95-55% by weight of 0 denier high melting point fiber, a core component mainly composed of polyethylene terephthalate and a melting point 200 ° C. mainly composed of polyethylene terephthalate as a copolymerization component.
It is a non-woven fabric composed of 5 to 45% by weight of a core-sheath type composite fiber having a fineness of 1 to 20 denier including the following low melting point elastic polyester sheath component.
Further, in the automobile interior material of the present invention, the base material layer includes a general portion and a thick portion, the thick portion has a lower density than the general portion, and a through hole is formed in the vicinity of the central portion thereof. It is preferable to have.

[0005]

In the interior material for automobiles of the present invention, particularly the rear parcel material, the surface layer and the base material layer are formed by a specific material composition mainly composed of polyester fiber. Therefore, the constituent material itself has a sound absorbing effect as compared with the conventional constituent material of the rear parcel board, and the noise in the vehicle interior can be suppressed. It is also possible to form a sound absorbing duct structure by forming a relatively low-density thick part in a part of the base material layer and forming a through hole near this central part. By doing
In addition to ensuring air permeability, the noise can be prevented more effectively.

[0006]

BEST MODE FOR CARRYING OUT THE INVENTION The automobile interior material of the present invention is constructed by laminating a surface layer and a base material layer, each of which is composed of a nonwoven fabric mainly composed of polyester fiber. Here, the surface layer is formed of a non-woven fabric composed of a high melting point fiber made of a predetermined polyester fiber and a core-sheath type composite fiber made of a predetermined polyester fiber containing a core component and a sheath component. On the other hand, the base material layer is formed of a non-woven fabric composed of a high melting point fiber made of a predetermined polyester fiber, and a core-sheath type composite fiber containing a core component and a sheath component made of the predetermined polyester fiber. preferable.
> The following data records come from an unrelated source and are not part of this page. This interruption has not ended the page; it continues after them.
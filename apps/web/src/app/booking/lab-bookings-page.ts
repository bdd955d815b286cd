import { ChangeDetectionStrategy, Component, computed, inject, signal } from '@angular/core';
import { rxResource } from '@angular/core/rxjs-interop';
import { MatButtonModule } from '@angular/material/button';
import { MatDialog } from '@angular/material/dialog';
import { MatFormFieldModule } from '@angular/material/form-field';
import { MatIconModule } from '@angular/material/icon';
import { MatProgressBarModule } from '@angular/material/progress-bar';
import { MatSelectModule } from '@angular/material/select';
import { MatSnackBar } from '@angular/material/snack-bar';
import { RouterLink } from '@angular/router';
import type { Booking, BookingState, QuoteInput } from '@tunnelwright/contracts';
import { Observable, map } from 'rxjs';
import { UsersApi } from '../admin/users/users-api';
import { CatalogueApi } from '../core/catalogue-api';
import { problemMessage } from '../core/problem-message';
import { ConfirmDialog, ConfirmDialogData } from '../shared/confirm-dialog';
import { EmptyState } from '../shared/empty-state';
import { ErrorBanner } from '../shared/error-banner';
import { openReasonDialog } from '../shared/reason-dialog';
import { BookingApi } from './booking-api';
import { BookingSummary } from './booking-summary';
import { CancelBookingDialog } from './cancel-booking-dialog';
import { PeriodChangeDialog, type PeriodChangeDialogData } from './period-change-dialog';
import { StartBookingDialog } from './start-booking-dialog';
import { QuoteEditor } from './quote-editor';

const sections: readonly { title: string; states: readonly BookingState[] }[] = [
  { title: 'Requests to answer', states: ['requested'] },
  { title: 'Waiting for the customer', states: ['quoted', 'counter_proposed'] },
  { title: 'Confirmed', states: ['confirmed'] },
  { title: 'In test', states: ['in_test'] },
  { title: 'Completed', states: ['completed'] },
  { title: 'Closed', states: ['declined', 'rejected', 'cancelled', 'expired'] },
];

/** Lab managers answer requests (quote, decline, other period), assign technicians and follow tests. */
@Component({
  selector: 'tw-lab-bookings-page',
  changeDetection: ChangeDetectionStrategy.OnPush,
  imports: [RouterLink, MatButtonModule, MatIconModule, MatProgressBarModule, MatFormFieldModule, MatSelectModule, EmptyState, ErrorBanner, BookingSummary, QuoteEditor],
  templateUrl: './lab-bookings-page.html',
  styles: `
    .technician {
      width: 240px;
    }
    tw-quote-editor {
      display: block;
      width: 100%;
    }
  `,
})
export class LabBookingsPage {
  private readonly api = inject(BookingApi);
  private readonly catalogue = inject(CatalogueApi);
  private readonly users = inject(UsersApi);
  private readonly dialog = inject(MatDialog);
  private readonly snackBar = inject(MatSnackBar);

  protected readonly bookings = rxResource({ stream: () => this.api.list() });
  protected readonly services = rxResource({ stream: () => this.catalogue.services(true) });
  /** Active technicians, the only users a booking may be assigned to; the API does the filtering. */
  protected readonly technicians = rxResource({
    stream: () => this.users.list({ q: '', role: 'technician', active: true, sort: 'name', order: 'asc', page: 1, pageSize: 100 }).pipe(map((page) => page.items)),
  });
  protected readonly loadError = computed(() => {
    const error = this.bookings.error();
    return error ? problemMessage(error.cause ?? error, 'The bookings could not be loaded.') : null;
  });
  protected readonly technicianError = computed(() => (this.technicians.error() ? 'The technicians could not be loaded.' : null));
  protected readonly grouped = computed(() => {
    const all = this.bookings.hasValue() ? this.bookings.value() : [];
    return sections.map((section) => ({ ...section, bookings: all.filter((b) => section.states.includes(b.state)) })).filter((section) => section.bookings.length > 0);
  });
  protected readonly isEmpty = computed(() => this.bookings.hasValue() && this.bookings.value().length === 0);
  protected readonly quotingId = signal<string | null>(null);
  protected readonly busyId = signal<string | null>(null);

  /** Currency and hourly rate to start a quote with: the service's, when it is priced by the hour. */
  protected pricing(booking: Booking): { currency: string; hourlyRateMinor: number } {
    const services = this.services.hasValue() ? this.services.value() : [];
    const service = services.find((s) => s.id === booking.serviceId);
    // Without a service, the catalogue's currency is the lab's best guess.
    return { currency: service?.currency ?? services[0]?.currency ?? 'EUR', hourlyRateMinor: service?.unit === 'hour' ? service.rate : 0 };
  }

  protected sendQuote(booking: Booking, quote: QuoteInput): void {
    this.run(booking, this.api.quote(booking.id, quote), 'Quote sent to the customer.', () => this.quotingId.set(null));
  }

  protected decline(booking: Booking): void {
    // The customer is told the reason and the slot is freed; the API takes any reason that is not blank.
    const declined = openReasonDialog(this.dialog, {
      title: `Decline the request from ${booking.organisationName}?`,
      message: `The customer is told the reason and the slot on ${booking.tunnelName} is freed.`,
      missingReason: 'Say why the request is declined',
      minimumLength: 1,
      cancelLabel: 'Keep the request',
      confirmLabel: 'Decline request',
      destructive: true,
      send: (reason) => this.api.decline(booking.id, reason),
      failure: 'The request could not be declined.',
    });
    this.openThenReload(declined, 'Request declined.');
  }

  protected counterPropose(booking: Booking): void {
    const data: PeriodChangeDialogData = { booking, change: 'counter-proposal' };
    this.openThenReload(this.dialog.open(PeriodChangeDialog, { data, width: '560px' }).afterClosed(), 'Other period offered.');
  }

  /** Moves a confirmed booking to another free period; the customer is sent the updated calendar entry. */
  protected reschedule(booking: Booking): void {
    const data: PeriodChangeDialogData = { booking, change: 'reschedule' };
    this.openThenReload(this.dialog.open(PeriodChangeDialog, { data, width: '560px' }).afterClosed(), 'Booking moved; the customer was sent the updated calendar entry.');
  }

  protected cancel(booking: Booking): void {
    this.openThenReload(this.dialog.open(CancelBookingDialog, { data: booking, width: '520px' }).afterClosed(), 'Booking cancelled.');
  }

  protected assign(booking: Booking, technicianId: string | null): void {
    this.run(booking, this.api.assignTechnician(booking.id, technicianId), technicianId ? 'Technician assigned.' : 'Technician unassigned.');
  }

  /** Marks a confirmed booking in test, linking the test record that holds its runs if the lab manager picks one. */
  protected start(booking: Booking): void {
    this.openThenReload(this.dialog.open(StartBookingDialog, { data: booking, width: '520px' }).afterClosed(), 'Marked in test.');
  }

  protected complete(booking: Booking): void {
    this.confirmThen({ title: 'Mark as completed?', message: 'The tunnel time is over; results go on to checking.', confirmLabel: 'Mark completed' }, booking, this.api.complete(booking.id), 'Marked completed.');
  }

  private confirmThen(data: ConfirmDialogData, booking: Booking, call: Observable<Booking>, done: string): void {
    this.dialog
      .open(ConfirmDialog, { data, width: '420px' })
      .afterClosed()
      .subscribe((confirmed: boolean | undefined) => {
        if (confirmed) {
          this.run(booking, call, done);
        }
      });
  }

  private openThenReload(closed: Observable<Booking | undefined>, done: string): void {
    closed.subscribe((changed) => {
      if (changed) {
        this.snackBar.open(done, undefined, { duration: 4000 });
        this.bookings.reload();
      }
    });
  }

  private run(booking: Booking, call: Observable<Booking>, done: string, after?: () => void): void {
    this.busyId.set(booking.id);
    call.subscribe({
      next: () => {
        this.busyId.set(null);
        after?.();
        this.snackBar.open(done, undefined, { duration: 4000 });
        this.bookings.reload();
      },
      error: (error: unknown) => {
        this.busyId.set(null);
        this.snackBar.open(problemMessage(error, 'The change could not be saved.'), 'Dismiss', { duration: 8000 });
      },
    });
  }
}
As described above, the reason why the polyester fiber is used as the constituent material in the automobile interior material of the present invention is as follows.
Nylon fiber is not preferable due to high cost of raw materials and economical reason, polypropylene fiber is inferior in abrasion resistance,
This is because the shape is likely to be lost even after the heat compression molding, which is not preferable.

Next, an example of the structure of the rear parcel material in the automobile interior material of the present invention will be described. FIG.
FIG. 1 is a cross-sectional view showing an embodiment of a rear parcel material of the present invention, which generally shows a rear part of an automobile, where reference numeral 8 is a rear window and 9 is a rear seat. FIG. 2 is a partial plan view of the rear parcel material shown in FIG. In FIG. 1, the rear parcel material is formed by laminating a surface layer 4 and a base material layer 5 each made of a nonwoven fabric mainly composed of polyester fiber, as described above. In addition, a thick portion 7 having a vent hole 6 is provided at the end of the base material layer 5, so that air permeability between the vehicle compartment and the trunk room is ensured.

In the present embodiment, the thick portion 7 is formed by thickening a part of the base material layer 5 at the time of molding and forming a through hole 6 near the thickened core portion. . By adopting such a configuration, it becomes possible to form a pseudo sound absorbing duct structure in which the through holes 6 are surrounded by a fibrous sound absorbing material. Therefore, conventionally, noise from the inside of the luggage compartment has entered the passenger compartment as it is through the ventilation through hole. However, in the rear parcel material of the present embodiment, a sound absorbing material (specific polyester fiber) is provided around the through hole 6. Since the structure is arranged, it is possible to reduce the intrusion of noise from the through hole 6. The thickness of the rear parcel material is not particularly limited, but is preferably 2 to 50 mm including the thick portion. Further, the thickness of the thick portion 7 is at least 2 than the thickness of the general portion 5a of the base material layer 5.
It is desirable to have a thickness more than double.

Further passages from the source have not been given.